A Government spokesman said: 'I realised that we needed a fresh approach.

'Things hadn't changed in the NHS for a few months so we couldn't possibly carry on with the way things were. And it's at times like this, when I find myself having to defend big change and big ideas that I like to go back to an early childhood experience.

'My bike was broken you see and unlike other normal boys who may have taken it to an expert to get it repaired I took it apart myself and glued it back together again in a completely different way. It wasn't a bike any more, in fact it looked a bit like a hedgehog made out of coat hangers. Coming from a middle class family I wasn't clipped around the ear and sent off to bed…oh no… instead it was proudly displayed as a piece of avant-garde art.

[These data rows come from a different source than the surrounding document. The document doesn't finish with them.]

/* Return the length of a blank between number and unit at S, 0 if none:
 * space, tab, U+00A0 no-break space, U+2009 thin space, U+202F narrow
 * no-break space. */
static size_t qty_blank_len(const char *s)
{
	if (*s == ' ' || *s == '\t')
		return 1;
	if (strncmp(s, "\xc2\xa0", 2) == 0)
		return 2;
	if (strncmp(s, "\xe2\x80\x89", 3) == 0 ||
	    strncmp(s, "\xe2\x80\xaf", 3) == 0)
		return 3;
	return 0;
}

/* Find the unit symbol spelt exactly as S[0..N), or NULL. */
static const struct qty_symbol *qty_symbol_find(const char *s, size_t n)
{
	for (size_t k = 0; k < sizeof qty_symbols / sizeof qty_symbols[0]; k++)
		if (strlen(qty_symbols[k].text) == n &&
		    memcmp(qty_symbols[k].text, s, n) == 0)
			return &qty_symbols[k];
	return NULL;
}

/* Find the SI prefix that starts S[0..N), or NULL. */
static const struct qty_prefix *qty_prefix_find(const char *s, size_t n)
{
	for (size_t k = 0; k < sizeof qty_prefixes / sizeof qty_prefixes[0]; k++) {
		size_t len = strlen(qty_prefixes[k].text);
		if (len <= n && memcmp(qty_prefixes[k].text, s, len) == 0)
			return &qty_prefixes[k];
	}
	return NULL;
}

/*
 * Convert sign, integer digits IP[0..IN), fraction digits FP[0..FN) and a
 * decimal exponent E10 to the nearest double in *OUT; 0 on success, -1 on
 * overflow.
 */
static int qty_convert(int neg, const char *ip, size_t in, const char *fp,
                       size_t fn, long long e10, double *out)
{
	char buf[QTY_MAX_DIGITS + 32];
	size_t k = 0, nd = 0;
	int sticky = 0;
	long long e = e10;

	buf[k++] = neg ? '-' : '+';
	for (size_t i = 0; i < in; i++) {
		if (nd == 0 && ip[i] == '0')
			continue;
		if (nd < QTY_MAX_DIGITS) {
			buf[k++] = ip[i];
			nd++;
		} else {
			e++;
			sticky |= ip[i] != '0';
		}
	}
	for (size_t i = 0; i < fn; i++) {
		if (nd == 0 && fp[i] == '0') {
			e--;
			continue;
		}
		if (nd < QTY_MAX_DIGITS) {
			buf[k++] = fp[i];
			nd++;
			e--;
		} else {
			sticky |= fp[i] != '0';
		}
	}
	if (nd == 0) {
		*out = neg ? -0.0 : 0.0;
		return 0;
	}
	if (sticky) {
		/* Digits were dropped: a final 1 stands for them, so a value just
		 * above a halfway point is not read as the halfway point itself. */
		buf[k++] = '1';
		e--;
	}
	if (e > QTY_MAX_EXP)
		e = QTY_MAX_EXP;
	if (e < -QTY_MAX_EXP)
		e = -QTY_MAX_EXP;
	snprintf(buf + k, sizeof buf - k, "e%lld", e);

	int saved = errno;
	double v = strtod(buf, NULL);
	errno = saved; /* underflow to 0 or a subnormal is not an error here */
	if (isinf(v))
		return -1;
	*out = v;
	return 0;
}

/* What the scanner found in a text. */
struct qty_scan {
	int neg;
	const char *ip, *fp; /* integer and fraction digits */
	size_t in, fn;
	long long exp10;     /* exponent written after 'e' */
	const struct qty_prefix *prefix;
	const struct qty_symbol *symbol;
	int infix;           /* the prefix or R stood for the decimal point */
	const char *suffix;  /* start of the unknown suffix, for messages */
	size_t suffix_len;
};

/* Tell whether S[0..N) spells infinity or NaN, as C or YAML writes them. */
static int qty_is_nonfinite_word(const char *s, size_t n)
{
	static const char *const words[] = { "inf", "infinity", "nan" };
	if (n > 0 && (*s == '+' || *s == '-')) {
		s++;
		n--;
	}
	if (n > 0 && *s == '.') {
		s++;
		n--;
	}
	for (size_t w = 0; w < sizeof words / sizeof words[0]; w++) {
		size_t len = strlen(words[w]);
		if (len != n)
			continue;
		size_t i = 0;
		while (i < n && (s[i] | 0x20) == words[w][i])
			i++;
		if (i == n)
			return 1;
	}
	return 0;
}

/*
 * Scan S[0..N) (no surrounding white space) into SC.  Returns QTY_OK,
 * QTY_BAD_NUMBER, QTY_BAD_SUFFIX or QTY_NOT_FINITE (for "inf", "nan").
 */
static enum qty_status qty_scan_text(const char *s, size_t n,
                                     struct qty_scan *sc)
{
	const char *end = s + n, *p = s;

	memset(sc, 0, sizeof *sc);
	if (qty_is_nonfinite_word(s, n))
		return QTY_NOT_FINITE;
	if (p < end && (*p == '+' || *p == '-')) {
		sc->neg = *p == '-';
		p++;
	}
	sc->ip = p;
	while (p < end && qty_is_digit(*p))
		p++;
	sc->in = (size_t)(p - sc->ip);
	sc->fp = p;

	/* "4k7", "4R7": a prefix or R between integer digits. */
	if (sc->in > 0 && p < end) {
		const struct qty_prefix *pre = qty_prefix_find(p, (size_t)(end - p));
		size_t len = pre ? strlen(pre->text) : (*p == 'R' ? 1 : 0);
		if (len > 0 && p + len < end && qty_is_digit(p[len])) {
			sc->infix = 1;
			sc->prefix = pre;
			if (!pre)
				sc->symbol = qty_symbol_find("R", 1);
			p += len;
			sc->fp = p;
			while (p < end && qty_is_digit(*p))
				p++;
			sc->fn = (size_t)(p - sc->fp);
		}
	}
	if (!sc->infix && p < end && *p == '.') {
		p++;
		sc->fp = p;
		while (p < end && qty_is_digit(*p))
			p++;
		sc->fn = (size_t)(p - sc->fp);
	}
	if (sc->in + sc->fn == 0)
		return QTY_BAD_NUMBER;

	if (!sc->infix && p < end && (*p == 'e' || *p == 'E')) {
		const char *q = p + 1;
		int eneg = 0;
		if (q < end && (*q == '+' || *q == '-')) {
			eneg = *q == '-';
			q++;
		}
		if (q < end && qty_is_digit(*q)) {
			long long x = 0;
			while (q < end && qty_is_digit(*q)) {
				if (x < 1000000000LL)
					x = x * 10 + (*q - '0');
				q++;
			}
			sc->exp10 = eneg ? -x : x;
			p = q;
		} else if (!(end - p == 2 && p[0] == 'e' && p[1] == 'V')) {
			return QTY_BAD_NUMBER; /* "1e", "1e+", but not "1eV" */
		}
	}
	if (p < end && (qty_is_digit(*p) || *p == '.' || *p == '+' ||
	                *p == '-'))
		return QTY_BAD_NUMBER; /* "1.2.3", "1k5.2", "1-2" */

	/* Suffix: blanks, then [prefix] [unit]. */
	for (size_t b; (b = qty_blank_len(p)) > 0 && p + b <= end;)
		p += b;
	sc->suffix = p;
	sc->suffix_len = (size_t)(end - p);
	if (p == end)
		return QTY_OK;
	if (qty_is_digit(*p))
		return QTY_BAD_NUMBER; /* "1 2" */
	if (sc->symbol)
		return QTY_BAD_SUFFIX; /* "4R7 V": R already was the unit */
	const struct qty_symbol *sym = qty_symbol_find(p, (size_t)(end - p));
	if (sym) {
		sc->symbol = sym;
		return QTY_OK;
	}
	if (sc->prefix)
		return QTY_BAD_SUFFIX; /* "4k7k" */
	const struct qty_prefix *pre = qty_prefix_find(p, (size_t)(end - p));
	if (!pre)
		return QTY_BAD_SUFFIX;
	p += strlen(pre->text);
	sc->prefix = pre;
	if (p == end)
		return QTY_OK;
	sym = qty_symbol_find(p, (size_t)(end - p));
	if (!sym)
		return QTY_BAD_SUFFIX;
	sc->symbol = sym;
	return QTY_OK;
}

/* Copy TEXT[0..LEN) into Q (size QN >= 8) for a message: at most 40 bytes,
 * control characters shown as '?', never cutting a UTF-8 sequence. */
static void qty_quote(const char *text, size_t len, char *q, size_t qn)
{
	size_t k = 0, limit = qn - 4 < 40 ? qn - 4 : 40;
	const unsigned char *s = (const unsigned char *)text;
	const unsigned char *end = s + len;

	while (s < end && k < limit) {
		q[k++] = (*s < 0x20 || *s == 0x7f) ? '?' : (char)*s;
		s++;
	}
	if (s < end) {
		while (k > 0 && (*s & 0xc0) == 0x80) {
			k--;
			s--;
		}
		q[k++] = '.';
		q[k++] = '.';
		q[k++] = '.';
	}
	q[k] = '\0';
}

/* Write what KIND expects ("a voltage (V)") into BUF of size N. */
static void qty_expected(enum qty_kind kind, char *buf, size_t n)
{
	if (kind == QTY_NUMBER || (unsigned)kind >= QTY_KIND_COUNT)
		snprintf(buf, n, "a plain number");
	else
		snprintf(buf, n, "%s (%s)", qty_noun(kind), qty_unit(kind));
}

'And I liken that experience to what I'm doing now, deconstruct what you've got, build something out of exactly the same components but make sure you completely f*ck it up in the process. After-all no-one wants to sit on a futuristic hedgehog.'

He added: 'The problem with previous reforms is that they didn't go far enough and by far enough I mean they didn't really really f*ck things up. To be honest I just love words like over-haul and re-organisation, I also really like the word marmalade but I haven't been able to weave it into any coherent policy'.

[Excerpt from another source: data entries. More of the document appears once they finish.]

/* Read all of F from its start into a new string; NULL on failure. */
static char *report_slurp(FILE *f)
{
	struct rbuf b = { 0 };
	char chunk[8192];
	size_t n;
	rewind(f);
	while ((n = fread(chunk, 1, sizeof chunk, f)) > 0)
		rbuf_put(&b, chunk, n);
	rbuf_put(&b, "", 0);
	if (b.failed) {
		free(b.p);
		return NULL;
	}
	return b.p;
}

/* A command's captured output: what it printed and its exit status. */
struct report_run {
	char *out, *err;
	int status;
};

/*
 * Run the command CMD (a cmd_* entry) on A's file with ARGS (the
 * command's name first) and A's --set options, its standard output and
 * error captured into R.  Returns 0, or -1 when the capture failed.
 */
static int report_capture(int (*cmd)(int, char **), const char *const *args,
                          size_t nargs, const struct report_args *a,
                          struct report_run *r)
{
	memset(r, 0, sizeof *r);
	char *argv[8 + 2 * CLI_MAX_SETS];
	size_t n = 0;
	for (size_t k = 0; k < nargs; k++)
		argv[n++] = (char *)args[k];
	for (size_t k = 0; k < a->sets.n; k++) {
		argv[n++] = (char *)"--set";
		argv[n++] = (char *)a->sets.text[k];
	}
	argv[n++] = (char *)a->file;
	argv[n] = NULL;
	FILE *fo = tmpfile(), *fe = tmpfile();
	int so = -1, se = -1;
	if (fo == NULL || fe == NULL)
		goto fail;
	fflush(stdout);
	fflush(stderr);
	so = dup(STDOUT_FILENO);
	se = dup(STDERR_FILENO);
	if (so < 0 || se < 0 || dup2(fileno(fo), STDOUT_FILENO) < 0 ||
	    dup2(fileno(fe), STDERR_FILENO) < 0)
		goto fail;
	r->status = cmd((int)n, argv);
	fflush(stdout);
	fflush(stderr);
	dup2(so, STDOUT_FILENO);
	dup2(se, STDERR_FILENO);
	close(so);
	close(se);
	so = se = -1;
	r->out = report_slurp(fo);
	r->err = report_slurp(fe);
	fclose(fo);
	fclose(fe);
	if (r->out == NULL || r->err == NULL) {
		free(r->out);
		free(r->err);
		return -1;
	}
	return 0;
fail:
	if (so >= 0) {
		dup2(so, STDOUT_FILENO);
		close(so);
	}
	if (se >= 0) {
		dup2(se, STDERR_FILENO);
		close(se);
	}
	if (fo != NULL)
		fclose(fo);
	if (fe != NULL)
		fclose(fe);
	return -1;
}

/* Everything the report shows, worked out once. */
struct report {
	const struct report_args *a;
	bool loaded;                  /* S and PB hold the session */
	struct session s;
	struct problem pb;
	char *text;                   /* the session file's bytes */
	struct solve_result res;
	struct stability_result sr[SOLVE_MAX_POINTS];
	struct diagnosis diag;        /* the projections at the first point */
	unsigned cautions;            /* safety flags at the points */
	char *plot_svg, *hist_svg;    /* the figures (NULL: none) */
	size_t plot_len, hist_len;
	char *thermal_svg;            /* the thermal plane (NULL: none) */
	size_t thermal_len;
	char hist_why[600];           /* why there is no histogram */
	struct report_run solve, design, tolerance;
	bool have_design, have_tolerance;
};

/* The path of the session's solver, drawn in the plot. */
static struct stepper *report_path(const struct problem *pb,
                                   const struct solve_options *so)
{
	struct solve_options o = *so;
	if (o.method == METHOD_AUTO)
		o.method = METHOD_PROJECTION;
	struct stepper *st = stepper_create();
	if (st == NULL)
		return NULL;
	if (stepper_init(st, pb, &o) != 0) {
		stepper_destroy(st);
		return NULL;
	}
	for (int k = 0; k < REPORT_STEPS; k++)
		if (stepper_step(st) != STEP_CONTINUE)
			break;
	return st;
}

/* Draw the load-line plot and, with tolerances, the histogram. */
static int report_figures(struct report *r)
{
	struct render_view view;
	render_view_init(&view);
	view.unicode = true;
	struct stepper *st = report_path(&r->pb, &r->s.solver);
	struct render_input in = { &r->pb, r->res.pts, r->res.n, NULL, 0, 0, true };
	if (st != NULL)
		in.rows = stepper_trace(st, &in.nrows);
	struct render_notes notes = { r->a->file, &r->s.reactive };
	struct plot_desc d;
	int rc = 0;
	if (render_desc_line(&in, &view, &notes, &d) == RENDER_OK &&
	    render_vector(&d, VECTOR_SVG, VECTOR_WIDTH, VECTOR_HEIGHT, &r->plot_svg,
	                  &r->plot_len, NULL) != 0)
		rc = -1;
	plot_desc_fini(&d);
	stepper_destroy(st);
	char err[400];
	if (thermal_active(&r->pb.dev) &&
	    cli_plot_thermal(&r->s, &r->pb, REPORT_STEPS, true, 400, &d, err,
	                     sizeof err) == 0) {
		plot_desc_caption_first(&d, r->a->file);
		if (render_vector(&d, VECTOR_SVG, VECTOR_WIDTH, VECTOR_HEIGHT,
		                  &r->thermal_svg, &r->thermal_len, NULL) != 0)
			rc = -1;
	}
	plot_desc_fini(&d);
	if (r->s.analysis.ntol == 0) {
		snprintf(r->hist_why, sizeof r->hist_why, "the session has no "
		         "tolerances");
		return rc;
	}
	struct tol_mc *mc = malloc(sizeof *mc);
	if (mc == NULL)
		return -1;
	if (cli_plot_monte_carlo(&r->s, &r->pb, mc, r->hist_why,
	                         sizeof r->hist_why) == 0 &&
	    cli_plot_hist(&r->s, &r->res, mc, true, &d) == 0) {
		if (render_vector(&d, VECTOR_SVG, VECTOR_WIDTH, 440, &r->hist_svg,
		                  &r->hist_len, NULL) != 0)
			rc = -1;
		plot_desc_fini(&d);
	}
	free(mc);
	return rc;
}

/* Work out everything; returns 0 or an exit status. */
static int report_gather(struct report *r)
{
	const struct report_args *a = r->a;
	int code = cli_load_with("report", a->file, &a->sets, &r->s, &r->pb);
	if (code != 0)
		return code;
	r->loaded = true;
	struct session_error err;
	size_t len;
	if (session_read_file(a->file, &r->text, &len, &err) != SESSION_OK)
		r->text = NULL;
	struct solve_options o = r->s.solver;
	o.method = METHOD_AUTO;
	if (solve_problem(&r->pb, &o, &r->res) != SOLVE_OK)
		r->res.n = 0;
	for (size_t k = 0; k < r->res.n; k++) {
		const struct op_point *p = &r->res.pts[k];
		stability_classify(&r->pb, p->rd, &r->s.reactive, &r->sr[k]);
		r->cautions |= safety_check(&r->pb, p->v, p->i);
	}
	if (r->res.n == 0)
		r->cautions |= safety_check(&r->pb, 0.0, 0.0);
	if (r->res.n > 0)
		diagnose_at(&r->pb, r->s.solver.order, r->res.pts[0].v, r->s.solver.tol,
		            1.0, &r->diag);
	if (report_figures(r) != 0) {
		fprintf(stderr, "biasline report: %s: a figure could not be drawn\n",
		        a->file);
		return EXIT_SOFTWARE;
	}
	static const char *const solve[] = { "solve" };
	static const char *const design[] = { "design" };
	static const char *const design_wc[] = { "design", "--worst-case" };
	static const char *const tolerance[] = { "tolerance" };
	if (report_capture(cmd_solve, solve, 1, a, &r->solve) != 0)
		return EXIT_SOFTWARE;
	struct design_request rq;
	r->have_design = session_design_request(&r->s, &rq) == 0;
	r->have_tolerance = r->s.analysis.ntol > 0;
	if (r->have_design &&
	    report_capture(cmd_design, r->have_tolerance ? design_wc : design,
	                   r->have_tolerance ? 2 : 1, a, &r->design) != 0)
		return EXIT_SOFTWARE;
	if (r->have_tolerance &&
	    report_capture(cmd_tolerance, tolerance, 1, a, &r->tolerance) != 0)
		return EXIT_SOFTWARE;
	return 0;
}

A GP who thought it would be a good idea to call a leaflet about the menopause 'The time of your life' says: 'We had an away week recently to tease out some of the mechanics of commissioning. I was like "I want some money for minor surgery" and one of my colleagues went "hang on you bastard what about the scanning programme" and I was like "oh yeah, come on then"…and she was like "whatever"…so I punched her.

'As the week went on we set up rival tribes and began to live off our wits in the forest, luckily for my group one of us had watched the entire DVD box-set of Ray Mears' Bush Craft. We were deciding whether or not cannibalism would ever meet GMC approval when the week, which had been full of learning opportunities, came to an end; shame because I was developing a real blood lust.'

One GP says: 'I can't wait to get my hands on billions, can you imagine it, its f*cking mental, I mean you could build a space-ship with that or even buy a big golden Jacuzzi and fill it full of champagne.

The minister retorts: 'I know the latest BMA survey reveals that there's a lot of scepticism out there but when I look into their docile eyes I know that they're all just too busy to care. The juniors are too scared, the older ones just want to retire and there is a sea of people in between who still need to be convinced, and by convinced I mean ignored.'

A skeptic, branded as a heretic says: 'I've gone through more changes than Madonna in recent years, but unlike her I'm only going to get paid about sixty quid an hour and I'm nowhere near as bendy'.

An enthusiastic consortia leader says: 'I'm part of the national learning network and form part of a bottom up, top down approach, a learning guided, pathfinder consortia driven guidance framework. Get your hands off my weed! I can't talk like this unless I'm properly stoned.'

The health minister ended his interview by saying: 'Don't think of it as a health bill, think of it more as a ticking time bomb. If the NHS is an aeroplane full of innocent holiday-makers I'm the suicide bomber and the bill is like a pair of very explosive shoes. Get used to it, consortia are here to stay, well for the next four years until we get bored with them.'

The BMA's official response was: 'Oh dear……'

Dr Kevin Hinkley is a GP in Aberdeen.